A couple days later, the 49ers selected Penn State's Navarro Bowman in the third round. Bowman has been compared physically to Patrick Willis, and although he will play primarily on special teams, could be force for future foes to deal with.

Speaking of Patrick Willis, the incumbent captain on defense was given a five-year, $50 million extension.

It's hard to imagine this would motivate the three-time Pro-Bowler any more than he has always been inclined to play his hardest—every moment—of every down—every game—every season.

Nevertheless, keeping "Bam-Bam" a good message to send to the team, to the division and to the NFL. His average of three sacks a year may end up being bolstered by the improved play of others.

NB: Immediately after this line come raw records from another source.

// exp and ln as fdlibm computes them (Sun Microsystems, 1993; FreeBSD msun e_exp.c and e_log.c), in
// the form @stdlib/math-base-special-exp and -ln 0.2.5 port them: the same operations, so the same
// results to the bit (tests/unit/core/nma/kernels.test.ts). The normal generator's tables and its
// rare draws depend on them.

const LN2_HI: f64 = 6.9314718036912381649e-1;
const LN2_LO: f64 = 1.90821492927058770002e-10;
const LOG2_E: f64 = 1.442695040888963387;
const OVERFLOW: f64 = 7.09782712893383973096e2;
const UNDERFLOW: f64 = -7.4513321910194110842e2;
const NEAR_ZERO: f64 = 1.0 / <f64>(1 << 28);

/**
 * y·2^k as stdlib's ldexp computes it for a normal y: the exponent set directly, a subnormal result
 * rounded once, and a result below 2⁻¹⁰⁷⁴ flushed to zero rather than rounded.
 */
function scale(y: f64, k: i32): f64 {
  if (k == 0 || y == 0.0 || !isFinite(y)) return y;
  const bits = reinterpret<u64>(y);
  const e = k + <i32>((bits >>> 52) & 0x7ff) - 1023;
  if (e < -1074) return y < 0.0 ? -0.0 : 0.0;
  if (e > 1023) return y < 0.0 ? -Infinity : Infinity;
  const significand = bits & 0x800fffffffffffff;
  if (e <= -1023) return 2.220446049250313e-16 * reinterpret<f64>(significand | (<u64>(e + 52 + 1023) << 52));
  return reinterpret<f64>(significand | (<u64>(e + 1023) << 52));
}

export function exp(x: f64): f64 {
  if (isNaN(x) || x == Infinity) return x;
  if (x == -Infinity) return 0.0;
  if (x > OVERFLOW) return Infinity;
  if (x < UNDERFLOW) return 0.0;
  if (x > -NEAR_ZERO && x < NEAR_ZERO) return 1.0 + x;
  const k = x < 0.0 ? Math.trunc(LOG2_E * x - 0.5) : Math.trunc(LOG2_E * x + 0.5);
  const hi = x - k * LN2_HI;
  const lo = k * LN2_LO;
  const r = hi - lo;
  const t = r * r;
  // P(t) = P1 + t(P2 + t(P3 + t(P4 + t P5))), zero at t = 0 as stdlib writes it.
  const p = t == 0.0 ? 0.16666666666666602 : 0.16666666666666602 + t * (-0.0027777777777015593 + t * (0.00006613756321437934 + t * (-0.0000016533902205465252 + t * 4.1381367970572385e-8)));
  const c = r - t * p;
  const y = 1.0 - (lo - (r * c) / (2.0 - c) - hi);
  return scale(y, <i32>k);
}

@inline function highWord(x: f64): i32 {
  return <i32>(reinterpret<u64>(x) >>> 32);
}
@inline function withHighWord(x: f64, high: i32): f64 {
  return reinterpret<f64>((<u64>(<u32>high) << 32) | (reinterpret<u64>(x) & 0xffffffff));
}

export function ln(x: f64): f64 {
  if (x == 0.0) return -Infinity;
  if (isNaN(x) || x < 0.0) return NaN;
  let hx = highWord(x);
  let k: i32 = 0;
  if (hx < 0x00100000) {
    // Subnormal: scale up by 2⁵⁴.
    k -= 54;
    x *= 1.8014398509481984e16;
    hx = highWord(x);
  }
  if (hx >= 0x7ff00000) return x + x;
  k += (hx >> 20) - 1023;
  hx &= 0x000fffff;
  let i = (hx + 0x95f64) & 0x100000;
  x = withHighWord(x, hx | (i ^ 0x3ff00000));
  k += i >> 20;
  const f = x - 1.0;
  const dk = <f64>k;
  if ((0x000fffff & (2 + hx)) < 3) {
    if (f == 0.0) {
      if (k == 0) return 0.0;
      return dk * LN2_HI + dk * LN2_LO;
    }
    const R = f * f * (0.5 - 0.33333333333333333 * f);
    if (k == 0) return f - R;
    return dk * LN2_HI - (R - dk * LN2_LO - f);
  }
  const s = f / (2.0 + f);
  const z = s * s;
  i = hx - 0x6147a;
  const w = z * z;
  const j = 0x6b851 - hx;
  const t1 = w * (w == 0.0 ? 0.3999999999940942 : 0.3999999999940942 + w * (0.22222198432149784 + w * 0.15313837699209373));
  const t2 = z * (w == 0.0 ? 0.6666666666666735 : 0.6666666666666735 + w * (0.2857142874366239 + w * (0.1818357216161805 + w * 0.14798198605116586)));
  i |= j;
  const R = t2 + t1;
  if (i > 0) {
    const hfsq = 0.5 * f * f;
    if (k == 0) return f - (hfsq - s * (hfsq + R));
    return dk * LN2_HI - (hfsq - (s * (hfsq + R) + dk * LN2_LO) - f);
  }
  if (k == 0) return f - s * (f - R);
  return dk * LN2_HI - (s * (f - R) - dk * LN2_LO - f);
}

Ahmad Brooks, who had a breakout game against the Bears in Week 10 last season, is just such another.

One of the larger linebackers on the team at 259 pounds, the fourth-year player had only registered two sacks in his career before totaling six last year.

Some of this is attributable to Brooks using his leverage much better now—when he can stay fresh and energetic, he has very good success in limited play.

Manny Lawson, one of the more streamlined linebackers, needs to see his shadow this year. In spite of his commendable six-and-a-half sack total last year, he was a split-of-a-split second late to the quarterback several times last year.

It is for this that it's not unreasonable to expect even more improved numbers from Lawson in 2010.

Parys Haralson, who saw his sack total reach eight in 2008, watched his number drop to five last year. Haralson should still be a beast to deal with as a member front seven that figures to stay fresher than seafood at Fisherman's Wharf.

Twelve-years of NFL experience from middle linebacker Takeo Spikes prove that he's not a big pressure guy.

Over that span, Spikes has averaged 2.29 sacks a year. His total of four last year—his best total since he recorded six in 2001—show signs of fuel left in the tank.

One more prospect who could give quarterbacks hell is the rookie Taylor Mays.

A raw-talent safety, there's projections of trying him at several positions in a pinch.

Amazing speed and incredible strength on a prodigious frame for a defensive back make it possible he could check in as a significant pass rusher at times, although his real position value in the long term waits to be seen.


Other than Justin Smith's average of over six sacks a year, there's not much to expect from the defensive line in terms of sack numbers. They're a different type of unit as far as that goes

The real pressure should come from linebackers, none of whom have recorded a double-digit sack season in their careers. The cumulative total of their unit last year, however, was 25.5—roughly five apiece.

The result is a crew capable of canning quarterbacks from any and all angles.

They're an infantry of assassins. An injury here or there can not—will not—stop the obdurate operation of their obfuscated onslaught.

Without selling out the protection, the pass rush roller coaster should be able to harass passers in the backfield with out that "All day" alarm going off.

And when the ride stops, it'll be the other teams feeling sick.